Azure AD password sync silently dead for four days: new password on-prem, old password in M365
The user report sounded like superstition: “I changed my password. My PC accepts it, but Outlook and Teams want the old one.”
That symptom points somewhere very specific: password synchronization between on-prem AD and Azure AD is broken — directory objects still syncing (so accounts look normal), but password hashes stopped flowing up, leaving Azure AD holding the old hash.
Confirming it
Microsoft 365 admin center → Health → Directory sync status, and there it was:
| Item | Status |
|---|---|
| Directory sync | On |
| Last directory sync | 13 minutes ago (healthy) |
| Password sync | On |
| Last password sync | 4 days ago (in red, with a Troubleshoot link) |

The Directory sync status page at the time (actual screenshot) — that red “4 days ago” is the whole answer
Directory sync ran 13 minutes ago; password sync froze four days ago. They are independent channels — one being alive says nothing about the other.
Root cause
On the Azure AD Connect server, working through Synchronization Service Manager, the cause turned out to be almost comical: the sync account’s password had expired.

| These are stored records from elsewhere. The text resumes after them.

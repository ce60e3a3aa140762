import type { ComponentPropsWithRef } from 'react'
import { Icon } from '../icon.tsx'
import { Field, type FieldProps } from './field.tsx'

export type Choice = { value: string; label: string; disabled?: boolean }

/** A native choice. `empty` is the first line for "nothing chosen". Works with `register` as it is. */
export function SelectField({ label, aside, hint, error, cures, labelHidden, className, choices, empty, ...select }: FieldProps & Omit<ComponentPropsWithRef<'select'>, 'className' | 'children'> & { choices: readonly Choice[]; empty?: string }) {
  return (
    <Field {...{ label, aside, hint, error, cures, labelHidden, className }} id={select.id}>
      {(control) => (
        <span className="box">
          <select {...select} {...control}>
            {empty !== undefined && <option value="">{empty}</option>}
            {choices.map((choice) => (
              <option key={choice.value} value={choice.value} disabled={choice.disabled}>{choice.label}</option>
            ))}
          </select>
          <Icon name="down" className="pointer-events-none mr-2.5 text-quiet" />
        </span>
      )}
    </Field>
  )
}
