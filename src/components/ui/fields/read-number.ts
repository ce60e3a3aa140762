/** What a typed text means: a number, nothing, or why it cannot be read. */
export type ReadNumber = { value: number | undefined; problem?: string }

/**
 * Reads a number as people type it. Comma and point both mark decimals, and spaces may group. Where one mark could be either
 * ("1,234" in English, "1.234" in German) it is refused instead of guessed: a guess would be wrong a thousandfold.
 */
export function readNumber(text: string, locale: string): ReadNumber {
  const plain = text.replace(/[\s\u00a0\u2009\u202f']/g, '').replace(/[−–]/g, '-')
  if (plain === '') return { value: undefined }
  const marks = plain.match(/[.,]/g) ?? []
  const group = decimalMark(locale) === ',' ? '.' : ','
  if (marks.length > 1) return { value: undefined, problem: 'Type the number without marks between thousands.' }
  if (marks[0] === group && /^-?[1-9]\d{0,2}[.,]\d{3}$/.test(plain)) {
    const whole = plain.replace(group, '')
    return { value: undefined, problem: `${text.trim()} can be read two ways: type ${whole} or ${plain.replace(group, decimalMark(locale))}.` }
  }
  if (!/^[-+]?(\d+[.,]?\d*|[.,]\d+)(e[-+]?\d+)?$/i.test(plain)) return { value: undefined, problem: `${text.trim()} is not a number.` }
  return { value: Number(plain.replace(',', '.')) }
}

export function decimalMark(locale: string): string {
  return new Intl.NumberFormat(locale).formatToParts(1.5).find((part) => part.type === 'decimal')?.value ?? '.'
}

/** How many decimals a step asks for: 0.01 is 2, 5 is 0. */
export function stepDecimals(step: number): number {
  const text = String(step)
  if (text.includes('e-')) return Number(text.split('e-')[1])
  return text.split('.')[1]?.length ?? 0
}
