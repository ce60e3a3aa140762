import { Problem } from '../../../../shared/problems.ts'
import type { Caller } from '../../../caller.ts'
import type { Tx } from '../../../database/transaction.ts'
import { Hold } from '../../../models/jobs/hold.ts'
import { Job } from '../../../models/jobs/job.ts'
import { loadOne, must, mustBeCurrent } from '../../../models/load.ts'

/** A hold that is still open, with its job, both locked: the job first, as everywhere. */
export async function loadHold(holdId: string, seen: number, action: 'answer' | 'receive', caller: Caller, tx: Tx): Promise<{ hold: Hold; job: Job }> {
  const { jobId } = await loadOne(Hold, 'Hold', holdId, caller, { tx })
  const job = await loadOne(Job, 'Job', jobId, caller, { tx, lock: true })
  const hold = await loadOne(Hold, 'Hold', holdId, caller, { tx, lock: true })
  must(caller, action, 'Hold', hold)
  mustBeCurrent(hold, seen, 'This hold')
  if (hold.releasedAt) throw new Problem('not-now', 'this hold was released already')
  return { hold, job }
}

The domain’s password expiry policy applied itself to that account like any other. The moment it expired, password hash sync began failing silently — no dialog, no email, nothing — except that red line in the admin center.
The fix
- Set the sync account’s password policy to never expire (as service accounts always should be);
- Trigger a full sync on the AAD Connect server:
Start-ADSyncSyncCycle -PolicyType Initial
- Watch Last password sync flip to “minutes ago” on the status page, then have the reporting user confirm the new password works in M365.
Microsoft has a dedicated troubleshooting doc (the admin center’s Troubleshoot link goes there); the event-log route — 611/650/651 series events — localizes password sync failures fast. Worth bookmarking.
Lessons
- Service accounts: never-expire + strong random passwords. Letting human password policy govern service accounts is a time bomb;
- Directory sync healthy ≠ password sync healthy — monitor the two timestamps separately;
- Another entry in the “no alert means no monitoring” file — the admin center’s Directory sync status page earned a spot on the weekly checklist (same treatment as the RSP backup check);
- When a user says “only my old password works,” don’t assume they’re confused — that sentence is a precise technical signal.